But it also just doesn't perform as well vs nginx, Lighty, Cherokee and
others.

------
pilom
The actual cluster is hosting the site at:
[http://raspberrywebserver.com/](http://raspberrywebserver.com/)

------
VLM
"takes up much less space."

In the 90s I experimented with clusters using stacks of desktops and
occasionally blew circuit breakers, and in the 00s I had a much smaller (but
still pretty big) stack of 1U rackmount servers in the basement. I like the
idea of a stack of 8 servers to experiment with fitting in a small desk drawer
or shoebox. Also the sonic impact of my experimental toy clusters has
decreased dramatically as size has shrunk.
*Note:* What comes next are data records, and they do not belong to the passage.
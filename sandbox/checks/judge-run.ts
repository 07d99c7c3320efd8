import type { BeatMap } from "../../shared/contracts/songs.ts";
import type { Layout } from "../../shared/contracts/square.ts";
import type { Finding, Problem, RunOutcome } from "../engine/model.ts";
import { encodeTimeline } from "../timeline/codec.ts";
import { describeShow } from "../timeline/describe.ts";
import { ribbonCells, type RibbonCells } from "../timeline/ribbon.ts";
import { checkShow, mergeFindings } from "./index.ts";

/** Everything that is kept of a run: what came out of it, what was found in it, and its pictures. */
export interface JudgedRun {
  /** Null when the script ran to its end. */
  readonly problem: Problem | null;
  /** SHA-256 of the show in hex; null when there was a problem. */
  readonly hash: string | null;
  readonly cueCount: number;
  /** Of the run and of the show check, grave ones first. */
  readonly findings: readonly Finding[];
  /** The timeline as bytes and its ribbon: of what was written before a problem, null when that is nothing. */
  readonly timeline: Uint8Array | null;
  readonly ribbon: RibbonCells | null;
  /** One sentence in words. */
  readonly description: string;
}

/** Gives what is kept of a run on its square and song: checked, drawn and described. */
export function judgeRun(outcome: RunOutcome, layout: Layout, song: BeatMap): JudgedRun {
  const { timeline } = outcome;
  return {
    problem: outcome.ok ? null : outcome.problem,
    hash: outcome.ok ? outcome.hash : null,
    cueCount: outcome.cueCount,
    findings: mergeFindings([outcome.findings, timeline ? checkShow({ timeline, layout, song }) : []]),
    timeline: timeline && encodeTimeline(timeline),
    ribbon: timeline && ribbonCells(timeline, layout),
    description: timeline ? describeShow(timeline, layout, song).summary : "Nothing lights up.",
  };
}
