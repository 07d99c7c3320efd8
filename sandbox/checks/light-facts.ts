import type { Light } from "../square/lights.ts";
import { colourToLinear, relativeLuminance, WARM_WHITE } from "../timeline/colour.ts";
import { createTracer, type LightCurve } from "../timeline/curves.ts";
import type { Timeline } from "../timeline/model.ts";
import type { Tracks } from "../timeline/tracks.ts";
import { listLeaders } from "../timeline/twins.ts";
import { highestPerBin } from "./bins.ts";
import type { CheckMemory } from "./check-memory.ts";
import { FORMER_STEP, formerRed, isRedChange, isSaturatedRed, type LinearColour } from "./flash-series.ts";
import type { EventRules } from "./rules.ts";
import { findTransitions, GENERAL_FLASH } from "./transitions.ts";

/** Ticks (may be fractional), in order, at which a light has got brighter by a step, and darker. */
export interface LightTransitions {
  readonly rising: Float64Array;
  readonly falling: Float64Array;
}

/** What the rules need to know of one light's way through the show; each measure has its own transitions. */
export interface LightFacts {
  readonly isLit: boolean;
  /** Highest level (0 to 100) in each bin (see `bins.ts`). */
  readonly highest: Float32Array;
  /** Street rule: by the light's own luminance, and by its strongest channel. */
  readonly byLuminance: LightTransitions;
  readonly byStrongest: LightTransitions;
  /** Picture rule: general flash, and red flash (to red and away) by the definitions of WCAG 2.1 and of 2.2. */
  readonly general: LightTransitions;
  readonly formerRed: LightTransitions;
  readonly currentRed: LightTransitions;
}

/**
 * Gives the facts of every light, by index; lights that do the same share one object. A light's curve
 * is dropped as soon as its facts are known: those of a big square would not fit into memory together.
 */
export function listFacts(
  timeline: Timeline,
  lights: readonly Light[],
  tracks: Tracks,
  rules: EventRules,
  memory: CheckMemory,
): readonly LightFacts[] {
  const trace = createTracer(timeline, lights, tracks);
  const leaders = listLeaders(lights, tracks);
  const facts: LightFacts[] = [];
  lights.forEach((light, index) => {
    const leader = leaders[index] ?? index;
    const known = leader < index ? facts[leader] : undefined;
    facts.push(
      known ??
        memory.recallFacts(contentOf(timeline, light, tracks), () =>
          readFacts(trace(light), light.hasColour, timeline.endTick, rules),
        ),
    );
  });
  return facts;
}

/** Everything that a light's curve is made from: what it is told and when, and what kind of light it is. */
function contentOf({ cues, endTick }: Timeline, { index, hasColour, isSwitched }: Light, tracks: Tracks): Uint32Array {
  const { level, pulse, colour } = tracks;
  const countOf = ({ first }: { readonly first: Uint32Array }) => (first[index + 1] ?? 0) - (first[index] ?? 0);
  const colours = hasColour ? countOf(colour) : 0;
  const content = new Uint32Array(4 + 3 * countOf(level) + 4 * countOf(pulse) + 3 * colours);
  let at = 0;
  const add = (value: number) => {
    content[at++] = value;
  };
  add((hasColour ? 1 : 0) + (isSwitched ? 2 : 0));
  add(endTick);
  add(countOf(level));
  add(countOf(pulse));
  for (let entry = level.first[index] ?? 0; entry < (level.first[index + 1] ?? 0); entry++) {
    add(level.tick[entry] ?? 0);
    add(level.length[entry] ?? 0);
    add(Math.round((level.to[entry] ?? 0) * 100));
  }
  for (let entry = pulse.first[index] ?? 0; entry < (pulse.first[index + 1] ?? 0); entry++) {
    add(pulse.tick[entry] ?? 0);
    add(pulse.length[entry] ?? 0);
    // An `off` may have ended it.
    add(pulse.end[entry] ?? 0);
    add(hasColour ? (cues.colour[pulse.cue[entry] ?? 0] ?? 0) : 0);
  }
  if (colours === 0) return content;
  for (let entry = colour.first[index] ?? 0; entry < (colour.first[index + 1] ?? 0); entry++) {
    add(colour.tick[entry] ?? 0);
    add(colour.length[entry] ?? 0);
    add(cues.colour[colour.cue[entry] ?? 0] ?? 0);
  }
  return content;
}

/** Plain strings shine in warm white, which has less luminance than the white of the definition. */
const WARM_LUMINANCE = relativeLuminance(...colourToLinear(WARM_WHITE));

function readFacts(curve: LightCurve, hasColour: boolean, endTick: number, rules: EventRules): LightFacts {
  const { tick, level, luminance, strongest } = curve;
  const { flashStep, flashDarkerBelow } = rules;
  const full = hasColour ? 1 : WARM_LUMINANCE;
  const byLuminance = listTransitions(tick, luminance, flashStep, flashDarkerBelow);
  return {
    isLit: level.some((value) => value > 0),
    highest: highestPerBin(curve, endTick),
    byLuminance,
    byStrongest: hasColour ? listTransitions(tick, strongest, flashStep, flashDarkerBelow) : byLuminance,
    general: listTransitions(tick, luminance, GENERAL_FLASH.step / full, GENERAL_FLASH.darkerBelow / full),
    formerRed: hasColour ? listFormerRed(curve) : NONE,
    currentRed: hasColour ? listCurrentRed(curve) : NONE,
  };
}

const NONE: LightTransitions = { rising: new Float64Array(0), falling: new Float64Array(0) };

function listTransitions(
  tick: Float64Array,
  values: ArrayLike<number>,
  step: number,
  darkerBelow: number,
): LightTransitions {
  const rising: number[] = [];
  const falling: number[] = [];
  for (const { isRising, time } of findTransitions(tick, values, { step, darkerBelow }, 0))
    (isRising ? rising : falling).push(time);
  return { rising: new Float64Array(rising), falling: new Float64Array(falling) };
}

/** A red that is saturated counts with its strength, any other colour as none: on the strict side. */
function listFormerRed({ tick, rgb }: LightCurve): LightTransitions {
  const strength = Float64Array.from(tick, (_, point) => {
    const colour = colourAt(rgb, point);
    return isSaturatedRed(colour) ? formerRed(colour) : 0;
  });
  return listTransitions(tick, strength, FORMER_STEP, Infinity);
}

/** Changes of chromaticity towards a saturated red, and away from it. */
function listCurrentRed({ tick, rgb }: LightCurve): LightTransitions {
  const rising: number[] = [];
  const falling: number[] = [];
  let state: LinearColour = [0, 0, 0];
  for (let point = 0; point < tick.length; point++) {
    const colour = colourAt(rgb, point);
    if (isBlack(colour)) continue;
    if (isBlack(state)) state = colour;
    if (!isRedChange(state, colour, "current")) continue;
    (isSaturatedRed(colour) ? rising : falling).push(tick[point] ?? 0);
    state = colour;
  }
  return { rising: new Float64Array(rising), falling: new Float64Array(falling) };
}

const isBlack = ([red, green, blue]: LinearColour) => red <= 0 && green <= 0 && blue <= 0;

const colourAt = (rgb: Float32Array, point: number): LinearColour => [
  rgb[point * 3] ?? 0,
  rgb[point * 3 + 1] ?? 0,
  rgb[point * 3 + 2] ?? 0,
];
The most useful thing I ever did with my toy home clusters was when .mp3
started getting big but a typical desktop took 20 minutes to encode just one
song, I ripped my whole CD collection quickly using my cluster. It would have
been just as fast to split by CD with 10 CDs on 10 machines, but it was a much
more cluster-y learning experience to rip a single CD in parallel. From memory
it took a typical drive about as long to read a cdrom to wav files as it took
any other machine to convert one song from wav to mp3 so I set up a pipeline
with unfortunately pretty high latency. The point of this industrial
archeology anecdote is it would be interesting to find a "real world" app like
this for a rasp-pi cluster. I suppose the tried and true povray raytracing or
mandelbrot rendering is still cool, it would be interesting to learn of new
toy cluster apps.

A couple times over the past decades I've applied my home toy cluster
experience to real work jobs. Its all the same software after all, although
the "real" stuff at work ran an order or two magnitude faster than what I had
at home.

------
drv
This is a pretty neat hack and I can certainly see the fun in setting up
something like this.

However, I am amused that the load balancer is a fairly powerful PC[1] that
could probably serve the web site just as effectively as the whole cluster of
8 RPis and then some. On the other hand, the PC probably uses a lot more
power...

1:
[http://raspberrywebserver.com/raspberrypicluster/raspberry-p...](http://raspberrywebserver.com/raspberrypicluster/raspberry-
pi-cluster.html)

------
csmuk
If it's static content and not chock full of JavaScript and other stuff it
should be fine.

I managed to shift serious amounts of pages out of a 75MHz SPARC 20 back in
the day.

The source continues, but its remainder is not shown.